🤖 AI Summary
This work addresses the lack of theoretical convergence advantages—specifically, rates faster than $O(n^{-1/2})$—for kernel herding in infinite-dimensional reproducing kernel Hilbert spaces (RKHS). We propose a deterministic sampling framework grounded in Gibbs measures, wherein node configurations are selected by minimizing the worst-case integration error under a suitably constructed joint distribution. This marks the first systematic incorporation of Gibbs measure theory into deterministic numerical integration analysis. Theoretically, our method yields tighter concentration inequalities for integration error in RKHS compared to i.i.d. Monte Carlo, establishing a strictly superior worst-case error bound. Empirically, preliminary experiments demonstrate super-root-$n$ convergence rates beyond the worst-case setting. The core innovation lies in the synergistic integration of Gibbs measures with worst-case error analysis, providing the first theoretically grounded acceleration mechanism for kernel herding.
📝 Abstract
Kernel herding belongs to a family of deterministic quadratures that seek to minimize the worst-case integration error over a reproducing kernel Hilbert space (RKHS).
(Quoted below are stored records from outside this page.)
@pytest.mark.parametrize("kind", ["EDF+D", "BDF+D"])
def test_an_interruption_becomes_a_gap(tmp_path, kind):
    values = counts()
    told = [0.5, 1.5, 3.2, 4.2001]  # 0.7 s are missing; a twentieth of a sample is nothing
    form = {"EDF+D": {}, "BDF+D": {"version": BDF}}[kind]
    listed = [*signals(values), starts(told)]
    listed[-1].label = f"{kind[:3]} Annotations"
    recording = read(
        tmp_path,
        listed,
        reserved=kind,
        recording="Startdate 12-NOV-2031 X X X",
        time="10.00.00",
        **form,
    )
    assert recording.n_samples == 2350
    got = columns(recording)
    assert np.isnan(got[:, 1000:1350]).all()
    assert np.isnan(got).sum() == 8 * 350
    whole = read(tmp_path, signals(values))
    np.testing.assert_array_equal(np.delete(got, np.s_[1000:1350], axis=1), columns(whole))
    assert recording.recorded_at == datetime(2031, 11, 12, 10, 0, 0, 500000)


def test_records_that_follow_each_other_by_rounded_times_leave_no_gap(tmp_path):
    """A third of a second, 167 samples: the header can only say 0.333333."""
    told = [round(k / 3, 3) for k in range(40)]
    listed = [*signals(counts(40, 167)), starts(told)]
    recording = read(tmp_path, listed, reserved="EDF+D", record_s=0.333333)
    assert recording.n_samples == 40 * 167
    assert not np.isnan(recording.signal_mv).any()


def test_a_clock_that_gains_is_no_overlap(tmp_path):
    """0.4 samples a record, eight in all."""
    told = [round(k * (0.1 - 0.4 / 500), 6) for k in range(20)]
    listed = [*signals(counts(20, 50)), starts(told)]
    recording = read(tmp_path, listed, reserved="EDF+D", record_s=0.1)
    assert recording.n_samples == 1000
    assert not np.isnan(recording.signal_mv).any()


@pytest.mark.parametrize(
    ("told", "says"),
    [
        ([0, 1, 3600, 3601], "interrupted for 3598 s and holds 4 s"),
        ([0, 1, 1.5, 2.5], "record 3 starts before"),
        ([0, 1, 0, 1], "record 3 starts before"),
        (["", 1, 2, 3], "record 1 does not say when"),
        ([0, 1, 2, "x"], "record 4 does not say when"),
        ([999999999999, 0, 0, 0], "record 2 starts before"),
    ],
)
def test_interruptions_that_make_no_recording(tmp_path, told, says):
    with pytest.raises(RecordingError, match=says):
        read(tmp_path, [*signals(counts()), starts(told)], reserved="EDF+D")


def test_an_interrupted_file_without_times_is_refused(tmp_path):
    with pytest.raises(RecordingError, match="no annotations to tell the time"):
        read(tmp_path, signals(counts()), reserved="EDF+D")


def test_an_uninterrupted_file_is_read_whatever_its_annotations_hold(tmp_path):
    garbled = Annotations([b"\xff\xfe\x14", b"", b"+1", b"\x14\x14"])
    recording = read(tmp_path, [garbled, *signals(counts())], reserved="EDF+C")
    np.testing.assert_array_equal(recording.signal_mv, read(tmp_path, signals(counts())).signal_mv)
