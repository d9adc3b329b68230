/* Runs before the app and without it. Two jobs: the ground before the first paint, and a way out when the app does not start. */
(function () {
  'use strict';
  var ground = null;
  try {
    ground = localStorage.getItem('steepfall.ground');
  } catch (error) {
    ground = null;
  }
  if (ground !== 'night' && ground !== 'day') {
    ground = matchMedia('(prefers-color-scheme: dark)').matches ? 'night' : 'day';
  }
  document.documentElement.dataset.ground = ground;

  function repair() {
    var jobs = [];
    if ('serviceWorker' in navigator) {
      jobs.push(
        navigator.serviceWorker.getRegistrations().then(function (registrations) {
          return Promise.all(
            registrations.map(function (registration) {
              return registration.unregister();
            }),
          );
        }),
      );
    }
    if ('caches' in window) {
      jobs.push(
        caches.keys().then(function (names) {
          return Promise.all(
            names.map(function (name) {
              return caches.delete(name);
            }),
          );
        }),
      );
    }
    Promise.all(jobs).then(
      function () {
        location.reload();
      },
      function () {
        location.reload();
      },
    );
  }

  addEventListener('DOMContentLoaded', function () {
    setTimeout(function () {
      var root = document.getElementById('root');
      var panel = document.getElementById('boot-repair');
      if (!root || !panel || root.childElementCount > 0) return;
      panel.hidden = false;
      document.getElementById('boot-reload').addEventListener('click', function () {
        location.reload();
      });
      document.getElementById('boot-repair-now').addEventListener('click', repair);
    }, 8000);
  });
})();
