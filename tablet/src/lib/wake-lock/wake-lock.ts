import { ValueStore } from '../value-store.ts';

/** `idle`: no run is open. `refused` is what a browser says on low battery, or before the first tap. */
export type WakeState = 'idle' | 'awake' | 'https-needed' | 'unsupported' | 'refused';

export const wakeState = new ValueStore<WakeState>('idle');

let isWanted = false;
let sentinel: WakeLockSentinel | null = null;
let isAsking = false;

async function ask(): Promise<void> {
  if (!isWanted || sentinel || isAsking || document.visibilityState !== 'visible') return;
  if (!window.isSecureContext) return wakeState.set('https-needed');
  const { wakeLock } = navigator as Partial<Navigator>;
  if (!wakeLock) return wakeState.set('unsupported');
  isAsking = true;
  try {
    const held = await wakeLock.request('screen');
    held.addEventListener('release', () => {
      if (sentinel === held) sentinel = null;
      if (isWanted && document.visibilityState === 'visible') {
        wakeState.set('refused');
        void ask();
      }
    });
    if (!isWanted) return void held.release();
    sentinel = held;
    wakeState.set('awake');
  } catch {
    wakeState.set('refused');
  } finally {
    isAsking = false;
  }
}

const again = () => void ask();

/** Keeps the screen on until the returned function is called. Ask again inside a tap: some browsers want one. */
export function keepAwake(): () => void {
  isWanted = true;
  void ask();
  document.addEventListener('visibilitychange', again);
  return () => {
    isWanted = false;
    document.removeEventListener('visibilitychange', again);
    void sentinel?.release().catch(() => undefined);
    sentinel = null;
    wakeState.set('idle');
  };
}

/** For taps: the lock that was refused without a gesture may be granted with one. */
export function askToStayAwake(): void {
  void ask();
}
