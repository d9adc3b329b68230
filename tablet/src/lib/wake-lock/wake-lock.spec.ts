import { afterEach, beforeEach, describe, expect, it, vi } from 'vitest';
import { askToStayAwake, keepAwake, wakeState } from './wake-lock.ts';

class FakeSentinel extends EventTarget {
  release = vi.fn(async () => {
    this.dispatchEvent(new Event('release'));
  });
}

let letSleep: () => void = () => undefined;

function stub({
  isSecure = true,
  wakeLock,
}: {
  isSecure?: boolean;
  wakeLock?: { request: () => Promise<unknown> } | undefined;
}) {
  vi.stubGlobal('isSecureContext', isSecure);
  Object.defineProperty(navigator, 'wakeLock', { value: wakeLock, configurable: true });
}

beforeEach(() => {
  wakeState.set('idle');
});
afterEach(() => {
  letSleep();
  vi.unstubAllGlobals();
});

describe(keepAwake, () => {
  it('is awake while it holds the lock, and lets go', async () => {
    const sentinel = new FakeSentinel();
    stub({ wakeLock: { request: async () => sentinel } });
    letSleep = keepAwake();
    await vi.waitFor(() => expect(wakeState.get()).toBe('awake'));
    letSleep();
    expect(sentinel.release).toHaveBeenCalled();
    expect(wakeState.get()).toBe('idle');
  });

  it('asks again when the lock was taken away', async () => {
    const sentinels = [new FakeSentinel(), new FakeSentinel()];
    const request = vi.fn(async () => sentinels[request.mock.calls.length - 1]!);
    stub({ wakeLock: { request } });
    letSleep = keepAwake();
    await vi.waitFor(() => expect(wakeState.get()).toBe('awake'));
    sentinels[0]!.dispatchEvent(new Event('release'));
    await vi.waitFor(() => expect(wakeState.get()).toBe('awake'));
    expect(request).toHaveBeenCalledTimes(2);
  });

  it('says why it cannot: no HTTPS, no such thing, refused', async () => {
    stub({ isSecure: false });
    letSleep = keepAwake();
    expect(wakeState.get()).toBe('https-needed');
    letSleep();

    stub({ wakeLock: undefined });
    letSleep = keepAwake();
    expect(wakeState.get()).toBe('unsupported');
    letSleep();

    stub({ wakeLock: { request: () => Promise.reject(new DOMException('low battery', 'NotAllowedError')) } });
    letSleep = keepAwake();
    await vi.waitFor(() => expect(wakeState.get()).toBe('refused'));
  });

  it('gets with a tap what it was refused without one', async () => {
    const request = vi
      .fn<() => Promise<unknown>>()
      .mockRejectedValueOnce(new DOMException('no gesture', 'NotAllowedError'));
    stub({ wakeLock: { request } });
    letSleep = keepAwake();
    await vi.waitFor(() => expect(wakeState.get()).toBe('refused'));
    request.mockResolvedValueOnce(new FakeSentinel());
    askToStayAwake();
    await vi.waitFor(() => expect(wakeState.get()).toBe('awake'));
  });
});
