import type { InferAttributes, InferCreationAttributes } from 'sequelize';
import { Column, DataType, Table } from 'sequelize-typescript';
import { HouseOwnedModel } from '../../common/house-scope/house-owned.model.js';

/** A picture, kept with the rows that it belongs to: backed up, scoped and committed together with them. */
@Table({ tableName: 'attachments' })
export class Attachment extends HouseOwnedModel<InferAttributes<Attachment>, InferCreationAttributes<Attachment>> {
  @Column({ type: DataType.STRING(40), allowNull: false })
  declare mediaType: string;

  @Column({ type: DataType.INTEGER, allowNull: false })
  declare widthPx: number;

  @Column({ type: DataType.INTEGER, allowNull: false })
  declare heightPx: number;

  @Column({ type: DataType.BLOB('medium'), allowNull: false })
  declare bytes: Buffer;

  @Column({ type: DataType.BIGINT, allowNull: false })
  declare createdAtMs: number;

  @Column({ type: DataType.CHAR(36), allowNull: false })
  declare createdBy: string;
}
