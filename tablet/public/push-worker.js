/* global self */
/* Part of the service worker: shows what the hub pushes to a phone that follows a run, and opens the page on a tap. */
(function () {
  'use strict';
  var buzz = { 'stand-by': [160, 120, 160], now: [300, 120, 300, 120, 600], missed: [300, 120, 300, 120, 600] };
  /* The push service drops it after a minute; a phone that was off for longer than that must not take it for news. */
  var NEWS_MS = 90000;

  function read(data) {
    try {
      return data.json();
    } catch (error) {
      return { title: 'Look at the run sheet' };
    }
  }

  self.addEventListener('push', function (event) {
    var message = read(event.data);
    var isOld = Date.now() - message.sentAtMs > NEWS_MS;
    var time = new Date(message.sentAtMs || Date.now()).toLocaleTimeString([], { hour: '2-digit', minute: '2-digit' });
    event.waitUntil(
      self.registration.showNotification(isOld ? 'At ' + time + ': ' + message.title : message.title, {
        body: message.body,
        tag: message.tag,
        renotify: Boolean(message.tag),
        requireInteraction: message.stage !== 'stand-by',
        vibrate: isOld ? [] : buzz[message.stage] || [],
        timestamp: message.sentAtMs,
        icon: '/icons/mark-192.png',
        badge: '/icons/mark-192.png',
      }),
    );
  });

  self.addEventListener('notificationclick', function (event) {
    event.notification.close();
    event.waitUntil(
      self.clients.matchAll({ type: 'window', includeUncontrolled: true }).then(function (windows) {
        var open = windows.find(function (one) {
          return new URL(one.url).pathname === '/follow';
        });
        return open ? open.focus() : self.clients.openWindow('/follow');
      }),
    );
  });
})();
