/** The workshop's flow test as it would come out, and the flow while driving. */
export const coolerFlowLow: Sign = (situation) => {
  if (!isAnswered(situation) || situation.input.build.cooling.coolers.length === 0) return []
  const { quartS } = predictIdleFlow(situation.input)
  const driving = situation.answer.judged.warnings.filter(({ code }) => code === 'cooler_flow_low')
  const { bulletin, manual } = QUART_LIMITS_S
  if (quartS <= bulletin && driving.length === 0) return []
  const quart = figure(QUART_M3, 'volume')
  const slowest = [...driving].sort((a, b) => (a.value ?? 0) - (b.value ?? 0))[0]
  const onTheRoad =
    slowest?.value === undefined
      ? words``
      : words` While driving, no more than ${figure(slowest.value, 'volumeFlow')} reaches them.`
  const text = words`At idle with hot oil, ${quart} from the return line would take ${figure(quartS, 'seconds')}. A maker’s bulletin passes it within ${figure(bulletin, 'seconds')}, a service manual within ${figure(manual, 'seconds')}.${onTheRoad}`
  return [
    draft('cooler_flow_low', quartS > manual ? 'ease-off' : 'watch', text, {
      value: figure(quartS, 'seconds'),
      limit: figure(bulletin, 'seconds'),
      ...(slowest?.at === undefined ? {} : { at: placeOf(slowest.at) }),
      remedies: flowRemedies(situation),
    }),
  ]
}

/** The limits hold with what is there. */
export const noCoolerNeeded: Sign = (situation) => {
  if (!isAnswered(situation)) return []
  const { answer, request, input } = situation
  const { judgement, judged } = answer
  // Past its limit the coolant makes every number here void, good news too.
  if (judged.warnings.some(({ code }) => code === 'coolant_over_limit')) return []
  const targets = targetsOfLimits(request.limits)
  if (judgement.sump.tempC > targets.sumpC || judgement.hotLine.tempC > targets.coolerInletC) return []
  const close = judgement.judgement !== 'fine'
  const text = words`The pan peaks at ${temperature(judgement.sump.tempC)} with ${temperature(targets.sumpC)} allowed, the to-cooler line at ${temperature(judgement.hotLine.tempC)} with ${temperature(targets.coolerInletC)}: no other cooler is needed on this drive.${close ? ' It is close, so mind how sure the numbers are.' : ''}`
  const decider = judgement[judgement.decidedBy === 'hotLine' ? 'hotLine' : 'sump']
  const last = input.build.cooling.coolers.findLastIndex(({ construction }) => construction !== 'in-tank')
  return [
    draft('no_cooler_needed', close ? 'watch' : 'note', text, {
      action: words`Spend nothing on cooling for this. Try the hardest drive it must survive before telling the customer.`,
      value: temperature(decider.tempC),
      limit: temperature(decider.limitC),
      remedies: takeOut(situation, last),
    }),
  ]
}

/** What the model cannot drive, in words. */
const CANNOT: Readonly<Record<string, string>> = {
  cannot_climb_grade: 'No gear climbs this at any speed.',
  cannot_pull_away: 'No gear pulls away from a stop here.',
  cannot_hold_cruise: 'No gear holds the cruise speed between the stops.',
}

/** The truck cannot drive what is asked for: there is no answer. */
export const cannotClimb: Sign = (situation) => {
  const { refusal, request } = situation
  const text = refusal === null ? undefined : CANNOT[refusal.code]
  if (refusal === null || text === undefined) return []
  const index = Number(/segments\.(\d+)/.exec(refusal.issues[0]?.path ?? '')?.[1] ?? Number.NaN)
  const segment = request.scenario.duty.segments[index]
  const grade = segment !== undefined && 'grade' in segment ? segment.grade : undefined
  const cruiseMps = segment?.kind === 'stopGo' ? segment.speedMps : undefined
  return [
    draft('cannot_climb', 'stop', [text], {
      action: words`Take low range, a lighter load or another road; check weight, axle ratio and tire on the sheet.`,
      ...(grade === undefined ? {} : { value: figure(grade, 'grade') }),
      ...(segment === undefined ? {} : { at: `duty.segments.${index}` }),
      remedies: [
        ...takeLowRange(situation),
        ...(cruiseMps === undefined ? [] : slowerThan(situation, cruiseMps)),
        ...pullLess(situation),
        ...shiftForTow(situation),
      ],
    }),
  ]
}

/** Below this nobody would notice whether it locks [K]. */
const LOCKUP_MATTERS_K = 3

/** What the answer hangs on: lock-up that nobody has seen. */
export const lockupUnproven: Sign = (situation) => {
  if (!isAnswered(situation)) return []
  const { answer } = situation
  const { judgement, ifLocked } = answer
  if (ifLocked === null || judgement.judgement === 'fine') return []
  const atLine = judgement.decidedBy === 'hotLine'
  const now = atLine ? judgement.hotLine : judgement.sump
  const lockedC = atLine ? ifLocked.peakCoolerInletC : ifLocked.peakSumpC
  if (now.tempC - lockedC < LOCKUP_MATTERS_K) return []
  const place = atLine ? 'to-cooler line' : 'pan'
  const text = words`Judged unlocked, the ${place} peaks at ${temperature(now.tempC)}; if the converter locks where it may, at ${temperature(lockedC)}.`
  return [
    draft('lockup_unproven', 'watch', text, {
      action: words`Prove it before buying: at a steady ${speed(PROOF_SPEED_MPS)}, touch the throttle; engine speed stays when it is locked, and flares when it is not. In a swap, controller, harness and brake switch decide.`,
      value: temperature(now.tempC),
      limit: temperature(lockedC),
      remedies: lockIt(situation),
    }),
  ]
}

/** Steady speed at which lock-up is tried on the road (50 mph); common practice, no source. */
const PROOF_SPEED_MPS = 22.352

/** Seen to lock, says the sheet, and also what keeps it from locking. */
export const lockupContradicted: Sign = (situation) => {
  const { request, input } = situation
  const { control } = request
  if (control.lockupSeen !== 'yes' || input === null) return []
  const reasons = [
    ...(input.build.converter.lockup?.fitted === true ? [] : ['no lock-up clutch is fitted']),
    ...(control.lockupCommand === 'none' ? ['nothing commands it'] : []),
    ...(control.generationsMatch === 'no' ? ['controller and transmission do not match'] : []),
    ...(control.brakeSwitchWired === 'no' ? ['the brake switch is not wired'] : []),
  ]
  const neverSetUp = request.setup?.change.lockup === 'never'
  if (reasons.length === 0 || neverSetUp) return []
  return [
    draft(
      'lockup_contradicted',
      'watch',
      words`Lock-up counts as seen on the road, but ${joinWords(reasons)}.`,
      {
        action: words`Look again on the road. Until then, read the answer as if it never locks.`,
        remedies: input.build.converter.lockup?.fitted === true ? [neverLocks] : [],
      },
    ),
  ]
}

const neverLocks = setupRemedy('never-lock', words`If it never locks`, { lockup: 'never' })

/** So much more heat, and so much cooler a pan, are worth an explanation. */
const MORE_HEAT = 1.05
const COOLER_BY_K = 1.5

/** From one steady stretch to the next, more heat and a cooler pan: right, though it looks wrong. */
export const heatUpPanDown: Sign = (situation) => {
  if (!isAnswered(situation)) return []
  const steady = situation.answer.judged.segments.flatMap((segment, index) =>
    segment.kind === 'steady' && segment.equilibrium !== null
      ? [{ segment, index, rest: segment.equilibrium }]
      : [],
  )
  const found = steady.flatMap((later, place) => {
    const before = steady[place - 1]
    return before !== undefined && runsCoolerOnMore(before.rest, later.rest) ? [{ before, later }] : []
  })
  const [first] = found.sort((a, b) => panDrop(b) - panDrop(a))
  return first === undefined ? [] : [heatUpAdvice(situation, first)]
}

interface Rest {
  segment: SegmentResult
  index: number
  rest: State
}
interface Pair {
  before: Rest
  later: Rest
}

const runsCoolerOnMore = (before: State, later: State): boolean =>
  later.heatGeneratedW > MORE_HEAT * before.heatGeneratedW && later.sumpC < before.sumpC - COOLER_BY_K
const panDrop = ({ before, later }: Pair): number => before.rest.sumpC - later.rest.sumpC

function heatUpAdvice(situation: Answered, { before, later }: Pair): Advice {
  const lineHotter = later.rest.coolerInletC > before.rest.coolerInletC + COOLER_BY_K
  const line: Words = lineHotter
    ? words` The to-cooler line climbs from ${temperature(before.rest.coolerInletC)} to ${temperature(later.rest.coolerInletC)} all the while: a pan gauge would mislead.`
    : words``
  const text = words`In ${ordinal(later.segment.gear)} at ${speed(later.segment.speedMps)} the heat made rises from ${heat(before.rest.heatGeneratedW)} to ${heat(later.rest.heatGeneratedW)}, yet the pan would settle at ${temperature(later.rest.sumpC)} instead of ${temperature(before.rest.sumpC)}: ${reasonWords(situation, before.rest, later.rest)}.${line}`
  return draft('heat_up_pan_down', lineHotter ? 'watch' : 'note', text, {
    action: words`Nothing is wrong with the number. Judge such a stretch by the to-cooler line, not by the pan.`,
    value: heat(later.rest.heatGeneratedW),
    limit: heat(before.rest.heatGeneratedW),
    at: `duty.segments.${later.index}`,
    remedies: [...removeBypass(situation), ...lockIt(situation)],
  })
}

/** Noticeably more of something that carries heat away. */
const MORE = 1.05

function reasonWords({ input }: Answered, before: State, later: State): string {
  const { bypass } = input.build.cooling
  const opened =
    bypass !== undefined &&
    openShare(bypass, later.coolerInletC) > openShare(bypass, before.coolerInletC) + 0.05
  const reasons = [
    ...(opened ? ['the hotter line opens the thermal bypass further'] : []),
    ...(later.faceVelocityMps > MORE * before.faceVelocityMps ? ['more air goes through the coolers'] : []),
    ...(later.coolerFlowM3S > MORE * before.coolerFlowM3S ? ['more oil goes through them'] : []),
    ...(later.coolantC < before.coolantC - 1 ? ['the coolant is cooler'] : []),
  ]
  return reasons.length === 0
    ? 'a hotter line gives off more, and the oil comes back cooler'
    : joinWords(reasons)
}

/** A cooler in front of the radiator is worth a look only from here on [°C], 5 K under what counts as hot. Judgement. */
const COOLANT_WARM_C = 110

/** Whether the coolant is warm enough for front cores to matter, and there are any. */
export function frontCoresMayMatter(situation: Answered): Remedy[] {
  return peakCoolantC(situation.answer.judged) < COOLANT_WARM_C ? [] : moveFrontCores(situation)
}
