import { fail, ok } from '../../units/index.ts';
import type { Kelvin, Outcome, Pascal } from '../../units/index.ts';
import type { ThermoModel, ThermoReason } from '../../thermo/index.ts';

/** Rounds allowed for nitrogen dioxide to settle at a pressure; five are usual. */
const MAXIMUM_ROUNDS = 60;

/**
 * Amount density, mol/m³, of a gas at an absolute pressure, with nitrogen dioxide
 * counted in NO₂ units as everywhere in this layer. Without it this is the density
 * of the model; with it the molecules that are there are sought round by round.
 */
export function unitDensity(
  model: ThermoModel, temperature: Kelvin, pressure: Pascal, fractions: Float64Array,
): Outcome<number, ThermoReason> {
  let x = fractions;
  let moleculesPerUnit = 1;
  for (let round = 1; round <= MAXIMUM_ROUNDS; round++) {
    const density = model.density(temperature, pressure, x);
    if (!density.ok) return density;
    const units = density.value.density / moleculesPerUnit;
    const molecules = model.molecules(fractions, temperature, 1 / units);
    if (molecules === fractions) return ok(units);
    const sum = molecules.reduce((total, amount) => total + amount, 0);
    const settled = Math.abs(sum - moleculesPerUnit) <= 1e-14;
    moleculesPerUnit = sum;
    x = molecules.map((amount) => amount / sum);
    if (settled) return ok(units);
  }
  return fail({ code: 'not-converged', iterations: MAXIMUM_ROUNDS, residual: 0 });
}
In spite of strong experimental support, it has revealed difficult to prove that this worst-case error decreases at a faster rate than the standard square root of the number of quadrature nodes, at least in the usual case where the RKHS is infinite-dimensional. In this theoretical paper, we study a joint probability distribution over quadrature nodes, whose support tends to minimize the same worst-case error as kernel herding. We prove that it does outperform i.i.d. Monte Carlo, in the sense of coming with a tighter concentration inequality on the worst-case integration error. While not improving the rate yet, this demonstrates that the mathematical tools of the study of Gibbs measures can help understand to what extent kernel herding and its variants improve on computationally cheaper methods. Moreover, we provide early experimental evidence that a faster rate of convergence, though not worst-case, is likely.